99.9% of Vrgin Media's problems are over subscribed areas, basically their network can't handle the amount of subscribers in that one area, that was one of the problems I had in my area, every Tom Dick and Harry was on Virgin Media, I was paying for a 50meg service but only getting speeds of 10mbps. Get shut of them and give BT a whirl.


----------



## Ash1981 (Jun 16, 2009)

bally said:


> i used to be and engineer for eurbell/telewest/ntl/virgin media or what ever name they have decided to use this week..... and the most common fault for this is some dopey tech has disconnected your cable to feed another house...used happen all the time in plymouth when the cab feeding you gets full....


happens everywhere mate


----------



## Ash1981 (Jun 16, 2009)

yea you have been dissconnected in my opinion


----------



## invisiblekid (Jun 18, 2006)

ash1981 said:


> happens everywhere mate


Yep, BT are [email protected] for this - they actually admitted it to me during an office installation...


----------



## Ackee&amp;Saltfish (Mar 18, 2011)

ash1981 said:


> happens everywhere mate


might be a stupid question but what is a "cab feeder" and what should happen when its full?


----------



## Ash1981 (Jun 16, 2009)

where you get that from?


----------



## Ackee&amp;Saltfish (Mar 18, 2011)

ash1981 said:


> where you get that from?


lol sorry mate it was actually Bally who wrote this

*
"the most common fault for this is some dopey tech has disconnected your cable to feed another house...used happen all the time in plymouth when the **cab feeding** you gets full...."*

what i was meant to ask was disconected from where? what what should happen when it gets full


----------



## Ash1981 (Jun 16, 2009)

yea theres a cabinet somewhere near you.

say there is 50 connecters in there, thats 50 customers, you were one of those 50.

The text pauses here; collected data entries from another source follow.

// A mistyped unit in a new value for a cell is answered with units of
// that cell's dimension, as batch answers a cases column (issue 15): a
// time `6 mn` is not offered `m`, a length `6 mil` is offered `mile`
// (not `min`), a plain number is said to be one. (`min`, `mile` and `ms`
// are the minute, the mile and the millisecond of the units table.)
#[test]
fn a_mistyped_unit_is_answered_with_units_of_the_cells_dimension() {
    let f = Fixture::new("t = 3 s\nL = 2 km\nk = 4\nv = L / t\n");
    let mut s = f.open();
    let r = s.handle("t = 6 mn");
    assert!(r.refused, "{}", r.text);
    assert!(r.text.contains("`t` is a time"), "{}", r.text);
    assert!(r.text.contains("min") && r.text.contains("ms"), "{}", r.text);
    assert!(!r.text.contains("did you mean `m`"), "{}", r.text);
    let r = s.handle("t = 6 mins");
    assert!(r.refused && r.text.contains("did you mean `min`?"), "{}", r.text);
    let r = s.handle("L = 6 mil");
    assert!(r.refused && r.text.contains("did you mean `mile`?"), "{}", r.text);
    assert!(!r.text.contains("`min`"), "{}", r.text);
    let r = s.handle("k = 6 vv");
    assert!(r.refused && r.text.contains("`k` is a plain number"), "{}", r.text);
    // `mi` is the mile now: a length takes it
    ok(&mut s, "L = 6 mi");
    assert_eq!(
        val(&s, "L"),
        C64::new(6.0 * 1609.344, 0.0),
        "6 mi is 9656.064 m (1609.344 m each)"
    );
    // a new name has no dimension yet: the general suggestion stands
    let r = s.handle("u = 6 mn");
    assert!(r.refused && r.text.contains("did you mean"), "{}", r.text);
    assert_eq!(val(&s, "t"), C64::new(3.0, 0.0), "nothing changed");
}
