/// Draw one panel's axes and curves; the legend is drawn beside it.
fn draw_panel<'a, X>(
    area: &Area<'a>,
    xspec: X,
    lay: &Layout,
    panel: &Panel,
    first: bool,
    last: bool,
) -> Result<PanelGeometry, String>
where
    X: AsRangedCoord<Value = f64>,
    X::CoordDescType: ValueFormatter<f64>,
{
    let e = |e: &dyn std::fmt::Display| e.to_string();
    let (ylo, yhi) = y_range(panel);
    let mut chart = ChartBuilder::on(area)
        .margin_left(12)
        .margin_right(16)
        .margin_top(8)
        .margin_bottom(4)
        .x_label_area_size(if last { 44 } else { 24 })
        .y_label_area_size(78)
        .build_cartesian_2d(xspec, ylo..yhi)
        .map_err(|x| e(&x))?;
    let si = lay.x.si_ticks;
    let xfmt = move |v: &f64| if si { si_tick(*v) } else { tick(*v) };
    let yfmt = |v: &f64| tick(*v);
    let mut mesh = chart.configure_mesh();
    mesh.x_label_formatter(&xfmt)
        .y_label_formatter(&yfmt)
        .y_desc(panel.ylabel.as_str())
        .x_labels(10)
        .y_labels(7)
        .label_style(("sans-serif", 13))
        .axis_desc_style(("sans-serif", 15))
        .light_line_style(RGBColor(235, 235, 235))
        .bold_line_style(RGBColor(205, 205, 205));
    if last {
        mesh.x_desc(lay.x.label.as_str());
    }
    mesh.draw().map_err(|x| e(&x))?;
    let (px, py) = chart.plotting_area().get_pixel_range();
    let plot = Rect {
        x0: px.start,
        y0: py.start,
        x1: px.end - 1,
        y1: py.end - 1,
    };
    let mut curves = Vec::new();
    for c in &panel.curves {
        let colour = COLOURS[c.colour];
        let style = ShapeStyle::from(&colour).stroke_width(2);
        let mut drawn = Vec::new();
        for seg in segments(&c.points) {
            drawn.extend(seg.iter().map(|p| chart.backend_coord(p)));
            // A lone point between undefined ones shows as a dot.
            if seg.len() == 1 {
                chart
                    .draw_series(std::iter::once(Circle::new(seg[0], 2, colour.filled())))
                    .map_err(|x| e(&x))?;
                continue;
            }
            chart.draw_series(LineSeries::new(seg, style)).map_err(|x| e(&x))?;
        }
        curves.push(((colour.0, colour.1, colour.2), drawn));
    }
    let mut marks = Vec::new();
    if first && !lay.undefined.is_empty() {
        let y = ylo + 0.02 * (yhi - ylo);
        let xs: Vec<f64> = lay.undefined.iter().copied().filter(|x| x.is_finite()).collect();
        marks.extend(xs.iter().map(|&x| chart.backend_coord(&(x, y))));
        chart
            .draw_series(
                xs.iter()
                    .map(|&x| Cross::new((x, y), 5, ShapeStyle::from(&MARK).stroke_width(2))),
            )
            .map_err(|x| e(&x))?;
    }
    Ok(PanelGeometry {
        plot,
        legend: plot,
        curves,
        marks,
    })
}

/// Draw a sweep as an SVG document.
pub fn svg(r: &SweepResult, o: &PlotOptions) -> Result<String, String> {
    svg_with_geometry(r, o).map(|(s, _)| s)
}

new customer comes along in your area, on the same cabinet, hasnt got a spare connector, so you have been the unlucky on.

thats what happens generally, it could be something else but i will bet you £100 that this is the case


----------



## Ackee&amp;Saltfish (Mar 18, 2011)

i get you, them green/grey cabinets, ive seen the amount of wires in them ****ers i wouldnt even know where to start


----------



## shinobi_85 (Feb 20, 2011)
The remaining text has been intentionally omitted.